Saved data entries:
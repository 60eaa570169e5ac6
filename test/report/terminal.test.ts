// Text for terminals: plain text takes a short way, which must count and show as the long one does.
import { expect, test } from 'vitest';
import { printable, wide } from '../../src/report/terminal.ts';

const characters = Array.from({ length: 0xd800 }, (_, code) => String.fromCharCode(code));

test('every character is as wide alone as beside one of a wide script', () => {
  expect(characters.filter((one) => wide(one) !== wide(`${one}水`) - 2)).toEqual([]);
});

test('what is hidden is shown alone as beside a control', () => {
  expect(characters.filter((one) => `${printable(one)}\uFFFD` !== printable(`${one}\u0007`))).toEqual([]);
});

▶ **WORK TO COMPLETE**
The answer must be an exact copy of every record above.

▶ **SOLUTION FOR THIS EXERCISE**
repository 60eaa570169e5ac6
filename test/report/terminal.test.ts
// Text for terminals: plain text takes a short way, which must count and show as the long one does.
import { expect, test } from 'vitest';
import { printable, wide } from '../../src/report/terminal.ts';

const characters = Array.from({ length: 0xd800 }, (_, code) => String.fromCharCode(code));

test('every character is as wide alone as beside one of a wide script', () => {
  expect(characters.filter((one) => wide(one) !== wide(`${one}水`) - 2)).toEqual([]);
});

test('what is hidden is shown alone as beside a control', () => {
  expect(characters.filter((one) => `${printable(one)}\uFFFD` !== printable(`${one}\u0007`))).toEqual([]);
});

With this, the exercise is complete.